Radena hanya mengangguk. Di balik rasa lega, ia tahu bahwa pertempuran ini hanyalah permulaan. Pulau yang mereka tuju masih menyimpan rahasia yang belum mereka pahami sepenuhnya.
Pulau Astralis
Ketika pagi datang, mereka akhirnya melihat daratan di kejauhan. Pulau itu dikelilingi oleh tebing tinggi dan hutan lebat, dengan puncak gunung yang menjulang di tengahnya.
“Itu dia,” kata Radena dengan nada rendah.
Frieden memandangi pulau itu dengan alis terangkat. “Tidak terlihat ramah, ya?”
Darel memutar kemudi untuk mendekati pantai. “Aku akan menurunkan kalian di sini. Tapi setelah itu, aku tidak akan menunggu lama. Pulau ini... terasa aneh.”

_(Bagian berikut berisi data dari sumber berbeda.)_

import * as oidc from 'openid-client'
import { z } from 'zod'
import { config } from '#server/config.ts'
import { ROLES, type Role } from '#shared/policy/people.ts'

let discovered: Promise<oidc.Configuration> | undefined

/** The identity provider as it describes itself; asked once, and again after a failure. */
function provider(): Promise<oidc.Configuration> {
  discovered ??= discover().catch((error: unknown) => {
    discovered = undefined
    throw error
  })
  return discovered
}

function discover(): Promise<oidc.Configuration> {
  const { BREATHMARK_OIDC_ISSUER, BREATHMARK_OIDC_CLIENT_ID, BREATHMARK_OIDC_CLIENT_SECRET } =
    config()
  const issuer = new URL(BREATHMARK_OIDC_ISSUER)
  const loopback = ['127.0.0.1', 'localhost', '[::1]'].includes(issuer.hostname)
  return oidc.discovery(
    issuer,
    BREATHMARK_OIDC_CLIENT_ID,
    BREATHMARK_OIDC_CLIENT_SECRET,
    undefined,
    {
      execute: [
        // Signatures of tokens are checked even though they come straight from the provider.
        oidc.enableNonRepudiationChecks,
        // Only a provider on this very machine may be spoken to without TLS.
        ...(loopback ? [oidc.allowInsecureRequests] : []),
      ],
      timeout: 10,
    },
  )
}

const callbackUrl = () => new URL('/auth/callback', config().BREATHMARK_PUBLIC_URL).href

export type Secrets = { state: string; nonce: string; codeVerifier: string }

/** New one-time values for one authorisation request. */
export const newSecrets = (): Secrets => ({
  state: oidc.randomState(),
  nonce: oidc.randomNonce(),
  codeVerifier: oidc.randomPKCECodeVerifier(),
})

/** Where to send the browser; `freshly` makes the provider ask for the secret again. */
export async function authorisationUrl(secrets: Secrets, freshly: boolean): Promise<string> {
  return oidc.buildAuthorizationUrl(await provider(), {
    redirect_uri: callbackUrl(),
    scope: 'openid profile email',
    state: secrets.state,
    nonce: secrets.nonce,
    code_challenge: await oidc.calculatePKCECodeChallenge(secrets.codeVerifier),
    code_challenge_method: 'S256',
    ...(freshly ? { prompt: 'login', max_age: '0' } : {}),
  }).href
}

const claimsOfPerson = z.object({
  iss: z.string().max(255),
  sub: z.string().min(1).max(255),
  name: z.string().min(1).max(200),
  email: z.email().max(254).optional(),
  roles: z
    .array(z.string())
    .transform((roles) => ROLES.filter((role) => roles.includes(role)) as Role[]),
  auth_time: z.number().int(),
})
export type PersonClaims = z.infer<typeof claimsOfPerson> & { idToken: string }

/**
 * Exchanges the code and checks everything about the token: issuer, audience, signature, times,
 * nonce, state, code verifier. @throws whatever does not hold
 */
export async function claimsFromCallback(
  pathAndQuery: string,
  secrets: Secrets,
): Promise<PersonClaims> {
  const tokens = await oidc.authorizationCodeGrant(
    await provider(),
    new URL(pathAndQuery, config().BREATHMARK_PUBLIC_URL),
    {
      pkceCodeVerifier: secrets.codeVerifier,
      expectedState: secrets.state,
      expectedNonce: secrets.nonce,
      idTokenExpected: true,
    },
  )
  return { ...claimsOfPerson.parse(tokens.claims()), idToken: tokens.id_token! }
}

/** The provider's page that ends its own sign-in, or our first page where it has none. */
export async function signOutUrl(idToken: string | null): Promise<string> {
  const home = new URL('/', config().BREATHMARK_PUBLIC_URL).href
  const configuration = await provider()
  if (!idToken || !configuration.serverMetadata().end_session_endpoint) return home
  return oidc.buildEndSessionUrl(configuration, {
    id_token_hint: idToken,
    post_logout_redirect_uri: home,
  }).href
}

Radena menatap daratan dengan penuh tekad. Ia tahu bahwa jawaban yang ia cari ada di sini, tetapi ia juga tahu bahwa bahaya yang menunggu mungkin lebih besar daripada apa yang telah mereka hadapi sebelumnya.
“Kita akan menemukan Astralis,” katanya pelan.
Frieden mengangguk, menepuk bahunya. “Dan kita akan melawan apa pun yang mencoba menghentikan kita.”
Mereka turun dari kapal, melangkah ke pantai yang sunyi. Pulau itu terasa seperti dunia lain—udara yang tebal dengan energi sihir, suara angin yang berbisik seperti suara roh, dan hutan yang tampak hidup.
Radena menggenggam tongkatnya lebih erat. Perjalanan mereka hampir mencapai puncaknya, tetapi ia tahu bahwa ini juga adalah saat-saat paling berbahaya.